HijackThis Log

Discussion in 'Malware Help (A Specialist Will Reply)' started by andrenal, Jan 24, 2006.

  1. andrenal

    andrenal Private E-2

    4 Windows Messages upon reboot after malware removal

    Just got rid of a bunch of malware. Upon reboot I get four messages, here is the first and second: 1. "Windows cannot find 'box box box box' Make sure you typed the name correctly and then try again. To search for a file, click start button then click search. 2. "Could not load 'box box box box box' specified in the registry. Make sure this file exists . . . . '

    Box represents and actual square. It doesn't have the file name, I'm assuming because I got rid of the file it was trying to load. HOW DO I GET RID OF THESE FOUR MESSAGES THAT POP UP?

    Thank You
     
    andrenal, Jan 24, 2006
    #1
  2. bjgarrick

    bjgarrick MajorGeeks Admin - Malware Expert

    Re: 4 Windows Messages upon reboot after malware removal

    Attach a current HJT log from normal mode.
     
    bjgarrick, Jan 24, 2006
    #2
  3. andrenal

    andrenal Private E-2

    Re: 4 Windows Messages upon reboot after malware removal

    I've attached hijackthis.log file for above problem. Thanks
     

    Attached Files:

    andrenal, Jan 24, 2006
    #3
  4. bjgarrick

    bjgarrick MajorGeeks Admin - Malware Expert

    Re: 4 Windows Messages upon reboot after malware removal

    Before we start the initial fix, please attach the logs from the two online scans listed in the READ ME. You have a few other issues we need to address first.

     
    Last edited: Jan 24, 2006
    bjgarrick, Jan 24, 2006
    #4
  5. chaslang

    chaslang MajorGeeks Admin - Master Malware Expert Staff Member

    Re: 4 Windows Messages upon reboot after malware removal

    BJ,
    Update your link for this reference. It is not inline with how step 6 reads. It was changed a few weeks ago.
     
    chaslang, Jan 24, 2006
    #5
  6. andrenal

    andrenal Private E-2

    Re: 4 Windows Messages upon reboot after malware removal

    I'm running the BitDefender right now and it's going to take 35 more minutes and I know panda scan takes a while also. Guess I just have to wait this out???
     
    andrenal, Jan 24, 2006
    #6
  7. bjgarrick

    bjgarrick MajorGeeks Admin - Malware Expert

    Re: 4 Windows Messages upon reboot after malware removal

    Yes, I need both logs with a fresh HJT log.
     
    bjgarrick, Jan 24, 2006
    #7
  8. andrenal

    andrenal Private E-2

    BitDefender

    Do you prefer cut and past or attach? One more to go....
     

    Attached Files:

    andrenal, Jan 24, 2006
    #8
  9. bjgarrick

    bjgarrick MajorGeeks Admin - Malware Expert

    Re: BitDefender

    Always attach any log I request, it's part of the policy in the forum.
     
    bjgarrick, Jan 24, 2006
    #9
  10. andrenal

    andrenal Private E-2

    Or is this the one you wanted?

    THis seemed better...
     

    Attached Files:

    andrenal, Jan 24, 2006
    #10
  11. bjgarrick

    bjgarrick MajorGeeks Admin - Malware Expert

    Re: Or is this the one you wanted?

    Yep! now attach the Panda log with a fresh HJT log.

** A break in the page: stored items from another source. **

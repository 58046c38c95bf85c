package method

import (
	"fmt"
	"math"
	"math/rand/v2"
	"slices"
	"testing"
)

// tiedSample draws n readings of one of several tied shapes (invented,
// generated test data): few levels, many values on the median, all equal,
// two distinct values, heavy ties on one side, readings to a resolution.
func tiedSample(rng *rand.Rand, kind, n int) []float64 {
	x := make([]float64, n)
	levels := 2 + rng.IntN(6)
	for i := range x {
		switch kind % 9 {
		case 0: // a few levels, uniform
			x[i] = float64(rng.IntN(levels))
		case 1: // most values on one level (the median), the rest around it
			if rng.IntN(4) > 0 {
				x[i] = 3
			} else {
				x[i] = float64(rng.IntN(7))
			}
		case 2: // all equal
			x[i] = 1.25
		case 3: // two distinct values
			x[i] = float64(rng.IntN(2)) * 0.7
		case 4: // heavy ties above the median, spread below
			if rng.IntN(2) == 0 {
				x[i] = 10
			} else {
				x[i] = math.Round(rng.NormFloat64()*5*100) / 100
			}
		case 5: // heavy ties below the median, spread above
			if rng.IntN(2) == 0 {
				x[i] = -2
			} else {
				x[i] = math.Round(rng.ExpFloat64()*300) / 100
			}
		case 6: // uniform readings to 0.001 (the page's demo shape)
			x[i] = math.Round((4.8+0.4*rng.Float64())*1000) / 1000
		case 7: // normal readings to 0.01
			x[i] = math.Round((500+1.5*rng.NormFloat64())*100) / 100
		case 8: // skewed readings to 0.1
			x[i] = math.Round(math.Exp(rng.NormFloat64())*10) / 10
		}
	}
	slices.Sort(x)
	return x
}

// sameMiddle checks the tally's two middle kernel values against imSelect's
// over all the values (medcoupleImplicit), to the last bit.
func sameMiddle(t *testing.T, s []float64, what string) {
	t.Helper()
	n := len(s)
	m := s[(n-1)/2]
	if n%2 == 0 {
		m = s[n/2-1]/2 + s[n/2]/2
	}
	wa, wb, wok := medcoupleImplicit(s, m)
	tl := mcNewTally(s, m, n)
	if tl == nil {
		// Only data whose kernel denominator overflows (or infinite data)
		// are left to imSelect.
		if normalFinite((s[n-1] - m) - (s[0] - m)) {
			t.Fatalf("%s: no tally, imSelect gives %v %v (ok %v)", what, wa, wb, wok)
		}
		return
	}
	a, b, ok := tl.middle()
	if ok != wok || (ok && (math.Float64bits(a) != math.Float64bits(wa) || math.Float64bits(b) != math.Float64bits(wb))) {
		t.Fatalf("%s n %d: tally %v %v (ok %v), imSelect %v %v (ok %v); data %v", what, n, a, b, ok, wa, wb, wok, s[:min(n, 40)])
	}
}

// The tally gives the same two middle kernel values as imSelect over all
// the values, bit for bit, on tied data of many shapes and sizes (both
// parities of n, tiny to large), and the medcouple through the tally
// equals the naive O(n²) definition (naiveMedcouple, Brys, Hubert and
// Struyf 2004).
func TestMedcoupleTallyMatchesImplicit(t *testing.T) {
	defer func(f func(int) int) { mcTallyMaxDistinct = f }(mcTallyMaxDistinct)
	mcTallyMaxDistinct = func(n int) int { return n } // always the tally
	rng := rand.New(rand.NewPCG(21, 22))
	for kind := 0; kind < 9; kind++ {
		for n := 3; n <= 40; n++ {
			for rep := 0; rep < 8; rep++ {
				s := tiedSample(rng, kind, n)
				sameMiddle(t, s, "small")
				got, ok := Medcouple(s)
				want := naiveMedcouple(s)
				if math.Abs(want) < mcZero {
					want = 0
				}
				if !ok || math.Abs(got-want) > 1e-13 {
					t.Fatalf("kind %d n %d %v: medcouple %v (ok %v), naive %v", kind, n, s, got, ok, want)
				}
			}
		}
		sizes := []int{100, 101, 1000, 1001, 20_000, 20_001}
		if !testing.Short() {
			sizes = append(sizes, 300_000, 300_001)
		}
		for _, n := range sizes {
			sameMiddle(t, tiedSample(rng, kind, n), "large")
		}
	}
}

// Far from zero and near the ends of the floating-point range the tally
// still equals imSelect, or leaves the data to it (a difference from the
// median that overflows).
func TestMedcoupleTallyScales(t *testing.T) {
	rng := rand.New(rand.NewPCG(23, 24))
	for _, sc := range []struct{ off, scale float64 }{{1e6, 0.01}, {-3e9, 1}, {0, 1e-300}, {0, 1e300}, {1, 1e-9}, {0, 1e307}, {1e15, 1}} {
		for kind := 0; kind < 9; kind++ {
			for _, n := range []int{7, 31, 400, 5000} {
				s := tiedSample(rng, kind, n)
				for i := range s {
					s[i] = sc.off + s[i]*sc.scale
				}
				slices.Sort(s)
				sameMiddle(t, s, "scaled")
			}
		}
	}
}

// medcoupleMiddle takes the tally on many ties and imSelect on many
// distinct values (the switch, mcTallyMaxDistinct).
func TestMedcoupleTallySwitch(t *testing.T) {
	rng := rand.New(rand.NewPCG(25, 26))
	tied := tiedSample(rng, 6, 100_000)
	if mcNewTally(tied, tied[50_000], mcTallyMaxDistinct(len(tied))) == nil {
		t.Error("100,000 readings to 0.001: no tally")
	}
	cont := randomSample(rng, 0, 100_000)
	slices.Sort(cont)
	if mcNewTally(cont, cont[50_000], mcTallyMaxDistinct(len(cont))) != nil {
		t.Error("100,000 continuous readings: tally")
	}
}

// The limit counts the distinct values off the median exactly.
func TestMedcoupleTallyLimit(t *testing.T) {
	rng := rand.New(rand.NewPCG(29, 30))
	for kind := 0; kind < 9; kind++ {
		for _, n := range []int{3, 4, 9, 50, 51, 2000} {
			s := tiedSample(rng, kind, n)
			m := s[(n-1)/2]
			if n%2 == 0 {
				m = s[n/2-1]/2 + s[n/2]/2
			}
			d := 0
			for i, v := range s {
				if v != m && (i == 0 || v != s[i-1]) {
					d++
				}
			}
			if mcNewTally(s, m, d) == nil {
				t.Fatalf("kind %d n %d: %d distinct off the median, no tally with limit %d", kind, n, d, d)
			}
			if d > 0 && mcNewTally(s, m, d-1) != nil {
				t.Fatalf("kind %d n %d: %d distinct off the median, tally with limit %d", kind, n, d, d-1)
			}
		}
	}
}

func TestMcRunEnd(t *testing.T) {
	rng := rand.New(rand.NewPCG(27, 28))
	for rep := 0; rep < 200; rep++ {
		x := make([]float64, 1+rng.IntN(300))
		for i := range x {
			x[i] = float64(rng.IntN(1 + rep%20))
		}
		slices.Sort(x)
		for i := range x {
			want := i
			for want < len(x) && x[want] == x[i] {
				want++
			}
			if got := mcRunEnd(x, i); got != want {
				t.Fatalf("mcRunEnd(%v, %d) = %d, want %d", x, i, got, want)
			}
		}
	}
}

// Fuzz: readings on a few levels from the fuzzer's bytes (level = byte %
// levels, scaled); the tally equals imSelect bit for bit.
func FuzzMedcoupleTally(f *testing.F) {
	f.Add([]byte{1, 2, 3}, uint8(3), 1.0)
	f.Add([]byte{0, 0, 0, 0}, uint8(1), 0.5)
	f.Add([]byte{0, 1, 1, 1, 1, 2, 9, 9}, uint8(10), 0.001)
	f.Add([]byte{5, 5, 5, 1, 2, 200, 200, 7, 7, 7, 7}, uint8(255), -3.0)
	f.Fuzz(func(t *testing.T, b []byte, levels uint8, scale float64) {
		if len(b) < 3 || len(b) > 4000 || levels == 0 || !normalFinite(scale) || scale == 0 {
			return
		}
		x := make([]float64, len(b))
		for i, c := range b {
			x[i] = float64(int(c)%int(levels)) * scale
		}
		slices.Sort(x)
		sameMiddle(t, x, "fuzz")
	})
}

// Medcouple of 1,000,000 readings with few distinct values, against
// 1,000,000 continuous ones (imSelect) and the same tied readings by
// imSelect (the path before the tally).
func BenchmarkMedcoupleTied(b *testing.B) {
	rng := rand.New(rand.NewPCG(7, 8))
	const n = 1_000_000
	sets := []struct {
		name string
		x    []float64
	}{
		{"grid0.001", tiedSample(rng, 6, n)},
		{"normal0.01", tiedSample(rng, 7, n)},
		{"continuous", func() []float64 { x := randomSample(rng, 0, n); slices.Sort(x); return x }()},
	}
	for _, s := range sets {
		b.Run(s.name, func(b *testing.B) {
			for b.Loop() {
				Medcouple(s.x)
			}
		})
		b.Run(s.name+"/imSelect", func(b *testing.B) {
			x := s.x
			m := x[(n-1)/2]/2 + x[n/2]/2
			for b.Loop() {
				medcoupleImplicit(x, m)
			}
		})
	}
}

// The switch between the tally and imSelect (mcTallyShare): both on normal
// readings rounded to steps giving from a few hundred to nearly n distinct
// values (D in the name), 10,000 and 1,000,000 readings.
func BenchmarkMedcoupleTallyShare(b *testing.B) {
	for _, n := range []int{10_000, 1_000_000} {
		for _, res := range []float64{1e2, 1e3, 3e3, 1e4, 3e4, 1e5} {
			rng := rand.New(rand.NewPCG(1, 2))
			x := make([]float64, n)
			for i := range x {
				x[i] = math.Round(rng.NormFloat64()*res) / res
			}
			slices.Sort(x)
			m := x[(n-1)/2]/2 + x[n/2]/2
			d := 0
			for i := range x {
				if i == 0 || x[i] != x[i-1] {
					d++
				}
			}
			b.Run(fmt.Sprintf("n%d/D%d/tally", n, d), func(b *testing.B) {
				for b.Loop() {
					mcNewTally(x, m, n).middle()
				}
			})
			b.Run(fmt.Sprintf("n%d/D%d/imSelect", n, d), func(b *testing.B) {
				for b.Loop() {
					medcoupleImplicit(x, m)
				}
			})
		}
	}
}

    You can attach a total of four logs per post.
     
    bjgarrick, Jan 24, 2006
    #11
  12. andrenal

    andrenal Private E-2

    Panda Scan

    Jeez, how late are you working tonight? Looks like Panda is going to take and hour or two.....
     
    andrenal, Jan 24, 2006
    #12
  13. andrenal

    andrenal Private E-2

    Panda Report

    Here is the Panda Report
     

    Attached Files:

    andrenal, Jan 24, 2006
    #13
  14. andrenal

    andrenal Private E-2

    Anyone There?

    Just checking because someone is waiting for me to fix their computer right now. If no one is there I have to find some other help. Thanks but just haven't heard back in a while.....
     
    andrenal, Jan 24, 2006
    #14
  15. andrenal

    andrenal Private E-2

    Re: HijackThis Log Newest

    Newest HiJack THIS. There you have all you asked for. What shall I do?
     

    Attached Files:

    andrenal, Jan 24, 2006
    #15
  16. bjgarrick

    bjgarrick MajorGeeks Admin - Malware Expert

    bjgarrick, Jan 24, 2006
    #16
  17. andrenal

    andrenal Private E-2

    First Timer TO Pro

    I appologize I was in a hurry yesturday and needed help fast. So my first computer didn't exactly have everything done it needed properly. But most of it was. Ewido was the only thing run in Safe mode for this computer. My second computer which I will be posting logs in a couple hours will have everything done properly INCLUDING Safe Mode and running all programs as directed. I will be a pro at this by the end of the day.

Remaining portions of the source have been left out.